Everything from the line with "difference(red, green, blue, 701, -587, -114, 1402));" to the end of the entries should be copied exactly, and nothing else.
[[ Records provided open ]]
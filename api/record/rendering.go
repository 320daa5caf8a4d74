package record

import (
	"bytes"
	"crypto/sha256"
	_ "embed"
	"encoding/base64"
	"html/template"
	"sync"

	"leat/api/format"
	"leat/api/operation"
	"leat/api/picture"
	"leat/api/wire"
	"leat/compute"
)

// Media is the media type of records.
const Media = "text/html"

//go:embed record.html
var source string

//go:embed record.css
var style string

// page is parsed when the first record is asked for.
var page = sync.OnceValues(func() (*template.Template, error) { return template.New("record").Parse(source) })

// Policy is the Content-Security-Policy under which records are shown: their own style and nothing else.
func Policy() string {
	sum := sha256.Sum256([]byte(style))
	return "default-src 'none'; style-src 'sha256-" + base64.StdEncoding.EncodeToString(sum[:]) + "'; base-uri 'none'; form-action 'none'; frame-ancestors 'none'"
}

// Renderings returns the record of an operation's answers, of which there must be a picture.
func Renderings(op *operation.Operation) []format.Rendering {
	if len(picture.Renderings(op)) == 0 {
		return nil
	}
	return []format.Rendering{{MediaType: Media, ContentType: "text/html; charset=utf-8", Policy: Policy(),
		Append: func(dst []byte, solved *operation.Solved) ([]byte, *wire.Problem) {
			return appendRecord(dst, op.Name, solved)
		}}}
}

// content is what the page shows.
type content struct {
	Title, Operation, Version, ID, Units, Fingerprint, Notice string

	Style       template.CSS
	Picture     template.HTML
	Inputs      []input
	Assumptions []assumption
	Methods     []method
	Results     []grid
	Worked      []worked
	More        int
	Warnings    []wire.Warning
}

// appendRecord appends the record of an answer.
func appendRecord(dst []byte, name string, solved *operation.Solved) ([]byte, *wire.Problem) {
	broken := wire.Internal("The record could not be written.")
	request, err := read(solved.Request())
	if err != nil {
		return dst, broken
	}
	answer, err := read(solved.AppendJSON(nil, true))
	if err != nil {
		return dst, broken
	}
	inSI, err := read(solved.Answer.AppendJSON(nil, wire.SI, nil))
	if err != nil {
		return dst, broken
	}
	drawing, problem := picture.AppendSVG(nil, solved)
	if problem != nil {
		return dst, problem
	}
	c := content{
		Title: "Calculation record", Operation: name, Version: compute.EngineVersion, ID: solved.ID.Text(), Units: solved.Units.String(), Fingerprint: solved.Fingerprint,
		Style: template.CSS(style), Picture: template.HTML(withoutStyle(drawing)),
		Inputs:  inputs(request, solved.Units, name == operation.Profile.Name),
		Methods: methods(name, request), Results: results(answer, solved.Units), Warnings: warningsOf(answer),
	}
	if c.ID != "" {
		c.Title += " of " + c.ID
	}
	notice, _ := answer.get("notice")
	c.Notice, _ = notice.value.(string)
	c.Assumptions = assumptions(name, answer, c.Warnings)
	var all int
	c.Worked, all = workThrough(inSI, request, solved.Units, solved.Answer)
	c.More = all - len(c.Worked)
	t, err := page()
	if err != nil {
		return dst, broken
	}
	out := bytes.NewBuffer(dst)
	if err := t.Execute(out, &c); err != nil {
		return dst, broken
	}
	return out.Bytes(), nil
}

// withoutStyle returns a drawing without its style, which is for dark paper: a record is light, and its policy lets no other style in.
func withoutStyle(svg []byte) []byte {
	before, rest, found := bytes.Cut(svg, []byte("<style>"))
	_, after, ended := bytes.Cut(rest, []byte("</style>"))
	if !found || !ended {
		return svg
	}
	return append(bytes.Clone(before), after...)
}

// warningsOf returns the warnings of an answer.
func warningsOf(answer node) []wire.Warning {
	list, _ := answer.get("warnings")
	all, _ := list.value.(items)
	out := make([]wire.Warning, len(all))
	for i, n := range all {
		for member, to := range map[string]*string{"code": &out[i].Code, "detail": &out[i].Detail, "pointer": &out[i].Pointer} {
			m, _ := n.get(member)
			*to, _ = m.value.(string)
		}
	}
	return out
}
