package record

import (
	"encoding/json"
	"math"
	"strconv"
	"strings"
	"sync"

	"leat/api/wire"
)

type column struct {
	member string
	at     int
}

// quantities tells what each member measures.
var quantities = sync.OnceValue(func() map[column]wire.Quantity {
	out := map[column]wire.Quantity{}
	for _, u := range wire.MemberUnits() {
		out[column{u.Member, u.Column}] = u.Quantity
	}
	return out
})

// quantityOf returns what a member, or a column of its tuples, measures; at is -1 for a plain number.
func quantityOf(member string, at int) (wire.Quantity, bool) {
	q, ok := quantities()[column{member, at}]
	return q, ok && q != wire.QuantityTold
}

var powers = strings.NewReplacer("m2", "m²", "m3", "m³", "ft2", "ft²", "ft3", "ft³", "s2", "s²", ".", "·")

// unit returns the unit of a member as people write it.
func unit(system wire.System, member string, at int) string {
	q, ok := quantityOf(member, at)
	if !ok {
		return ""
	}
	return powers.Replace(system.Unit(q))
}

// shown returns a number with six significant digits, with three decimals at least where it is a thousand or more.
func shown(v float64) string {
	if size := math.Abs(v); size >= 1000 && size < 1e6 && v == math.Trunc(v) {
		return strconv.FormatFloat(v, 'f', 0, 64)
	} else if size >= 1000 && size < 1e9 {
		return strconv.FormatFloat(v, 'f', 3, 64)
	}
	return strconv.FormatFloat(v, 'g', 6, 64)
}

// shownLiteral is shown of a literal.
func shownLiteral(literal json.Number) string {
	v, err := literal.Float64()
	if err != nil {
		return literal.String()
	}
	return shown(v)
}
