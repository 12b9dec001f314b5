package linkworthy.corpus;

import java.io.ByteArrayOutputStream;
import java.nio.charset.StandardCharsets;
import linkworthy.input.BadInput;
import linkworthy.input.Unavailable;

/**
 * A file's bytes as they are given to a reader, such that it returns the samples as stored. The PNM
 * reader stretches samples to the full 8 or 16 bits and the JPEG reader converts colour by an
 * embedded profile; neither is wanted, so the header says 8 or 16 bits, and the profile and other
 * notes are left out.
 */
final class StoredBytes {
  private static final int SOI = 0xD8;
  private static final int SOS = 0xDA;
  private static final int COMMENT = 0xFE;
  private static final int APP0_JFIF = 0xE0;
  private static final int APP14_ADOBE = 0xEE;
  private static final int APP15 = 0xEF;

  private final byte[] bytes;
  private final int bitDepth;

  private StoredBytes(byte[] bytes, int bitDepth) {
    this.bytes = bytes;
    this.bitDepth = bitDepth;
  }

  /** What the reader gets. */
  byte[] bytes() {
    return bytes;
  }

  /** The depth of a PNM file's samples, 0 for the other formats. */
  int bitDepth() {
    return bitDepth;
  }

  static StoredBytes of(PictureFormat format, String name, byte[] bytes) {
    return switch (format) {
      case PNM -> pnm(name, bytes);
      case JPEG -> new StoredBytes(withoutNotes(bytes), 0);
      default -> new StoredBytes(bytes, 0);
    };
  }

  /** Leaves out the application segments, except the two that say how colour is coded. */
  private static byte[] withoutNotes(byte[] bytes) {
    ByteArrayOutputStream out = new ByteArrayOutputStream(bytes.length);
    out.write(0xFF);
    out.write(SOI);
    int at = 2;
    while (at + 4 <= bytes.length && (bytes[at] & 0xFF) == 0xFF) {
      int marker = bytes[at + 1] & 0xFF;
      int next = at + 2 + ((bytes[at + 2] & 0xFF) << 8) + (bytes[at + 3] & 0xFF);
      if (marker == SOS || marker < 0xC0 || marker == 0xFF || next > bytes.length) {
        break;
      }
      boolean note = marker > APP0_JFIF && marker <= APP15 && marker != APP14_ADOBE;
      if (!note && marker != COMMENT) {
        out.write(bytes, at, next - at);
      }
      at = next;
    }
    out.write(bytes, at, bytes.length - at);
    return out.toByteArray();
  }

  /**
   * Reads a PNM header (netpbm's pgm(5), ppm(5) and pbm(5): numbers between white space, comments
   * from # to the end of the line) and writes it again for 8 or 16 bits.
   *
   * @throws BadInput if the largest value is not 2^bits - 1
   * @throws Unavailable if there are no such numbers
   */
  private static StoredBytes pnm(String name, byte[] bytes) {
    boolean bitmap = bytes[1] == '1' || bytes[1] == '4';
    PnmHeader header = new PnmHeader(bytes);
    long width = header.number();
    long height = header.number();
    long max = bitmap ? 1 : header.number();
    if (width < 1 || height < 1 || max < 1 || header.at >= bytes.length) {
      throw new Unavailable(
          "picture " + name + " cannot be read: damaged PNM, no size in its header");
    }
    int bits = Long.SIZE - Long.numberOfLeadingZeros(max);
    if (max != (1L << bits) - 1 || bits > 16) {
      throw new BadInput(
          "picture "
              + name
              + " has samples up to "
              + max
              + "; accepted: 1, 3, 7, ... 65535, that is 2^bits - 1");
    }
    String text = "P" + (char) bytes[1] + "\n" + width + " " + height + "\n";
    if (!bitmap) {
      text += (bits > 8 ? 65535 : 255) + "\n";
    }
    ByteArrayOutputStream out = new ByteArrayOutputStream(bytes.length + text.length());
    out.writeBytes(text.getBytes(StandardCharsets.US_ASCII));
    int from = PnmHeader.isSpace(bytes[header.at]) ? header.at + 1 : header.at;
    out.write(bytes, from, bytes.length - from);
    return new StoredBytes(out.toByteArray(), bits);
  }

  private static final class PnmHeader {
    private final byte[] bytes;
    private int at = 2;

    PnmHeader(byte[] bytes) {
      this.bytes = bytes;
    }

    /** The next number, or -1; {@link #at} is then behind its last digit. */
    long number() {
      skipSpaceAndComments();
      long number = -1;
      for (int digits = 0; at < bytes.length && isDigit(bytes[at]); at++) {
        if (++digits > 9) {
          return -1;
        }
        number = Math.max(0, number) * 10 + bytes[at] - '0';
      }
      return number;
    }

    private void skipSpaceAndComments() {
      boolean comment = false;
      while (at < bytes.length && (comment || bytes[at] == '#' || isSpace(bytes[at]))) {
        comment = bytes[at] == '#' || (comment && bytes[at] != '\n' && bytes[at] != '\r');
        at++;
      }
    }

    private static boolean isDigit(byte b) {
      return b >= '0' && b <= '9';
    }

    private static boolean isSpace(byte b) {
      return b == ' ' || (b >= '\t' && b <= '\r');
    }
  }
}
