package linkworthy.corpus;

import java.util.Locale;

/**
 * What is wrong with a listed picture.
 *
 * @param id the entry's id
 * @param kind what kind of problem it is
 * @param message one line
 */
public record Finding(String id, Kind kind, String message) {
  /** Kinds of problems, each with the first that applies in this order. */
  public enum Kind {
    /** There is no such file, or it may not be followed. */
    MISSING,
    /** The file has another SHA-256 than the manifest says. */
    CHECKSUM,
    /** The file is too long, or has other sides, channels or depth than the manifest says. */
    SIZE,
    /** The file is damaged, of an unknown format or cannot be opened. */
    UNREADABLE;

    /** The kind in lower case, for tables. */
    public String label() {
      return name().toLowerCase(Locale.ROOT);
    }
  }
}
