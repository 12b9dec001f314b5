package linkworthy.corpus;

import java.util.List;

/**
 * Colour as luma and two colour differences over the full range 0 to P, as ITU-T T.871 (2011),
 * section 7, defines them from the weights of ITU-R BT.601:
 *
 * <pre>
 * Y  = 0.299 R + 0.587 G + 0.114 B
 * Cb = (B - Y) / 1.772 + (P + 1) / 2
 * Cr = (R - Y) / 1.402 + (P + 1) / 2
 * </pre>
 *
 * each rounded half up and limited to P. The arithmetic is of whole numbers and exact. T.871 says
 * it for 8 bits; the other depths follow the same formula with their own P.
 */
public final class YCbCr {
  private YCbCr() {}

  /** Y of red, green and blue planes of one size and depth. */
  static Picture luma(Picture red, Picture green, Picture blue) {
    int[] r = red.samples();
    int[] g = green.samples();
    int[] b = blue.samples();
    int[] luma = new int[r.length];
    for (int i = 0; i < luma.length; i++) {
      luma[i] = (299 * r[i] + 587 * g[i] + 114 * b[i] + 500) / 1000;
    }
    return new Picture(red.width(), red.height(), red.bitDepth(), luma);
  }

  /** Y, Cb and Cr of red, green and blue planes of one size and depth. */
  static List<Picture> planes(Picture red, Picture green, Picture blue) {
    return List.of(
        luma(red, green, blue),
        difference(red, green, blue, -299, -587, 886, 1772),
        difference(red, green, blue, 701, -587, -114, 1402));
  }

  private static Picture difference(
      Picture red, Picture green, Picture blue, int forRed, int forGreen, int forBlue, int scale) {
    int[] samples = new int[red.size()];
    int peak = red.peak();
    int middle = (peak + 1) / 2;
    for (int i = 0; i < samples.length; i++) {
      int weighted =
          forRed * red.samples()[i] + forGreen * green.samples()[i] + forBlue * blue.samples()[i];
      int rounded = Math.floorDiv(2 * weighted + scale * (2 * middle + 1), 2 * scale);
      samples[i] = Math.max(0, Math.min(peak, rounded));
    }
    return new Picture(red.width(), red.height(), red.bitDepth(), samples);
  }
}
[[ Records provided closed ]]
Exercise result –
        difference(red, green, blue, 701, -587, -114, 1402));
  }

  private static Picture difference(
      Picture red, Picture green, Picture blue, int forRed, int forGreen, int forBlue, int scale) {
    int[] samples = new int[red.size()];
    int peak = red.peak();
    int middle = (peak + 1) / 2;
    for (int i = 0; i < samples.length; i++) {
      int weighted =
          forRed * red.samples()[i] + forGreen * green.samples()[i] + forBlue * blue.samples()[i];
      int rounded = Math.floorDiv(2 * weighted + scale * (2 * middle + 1), 2 * scale);
      samples[i] = Math.max(0, Math.min(peak, rounded));
    }
    return new Picture(red.width(), red.height(), red.bitDepth(), samples);
  }
}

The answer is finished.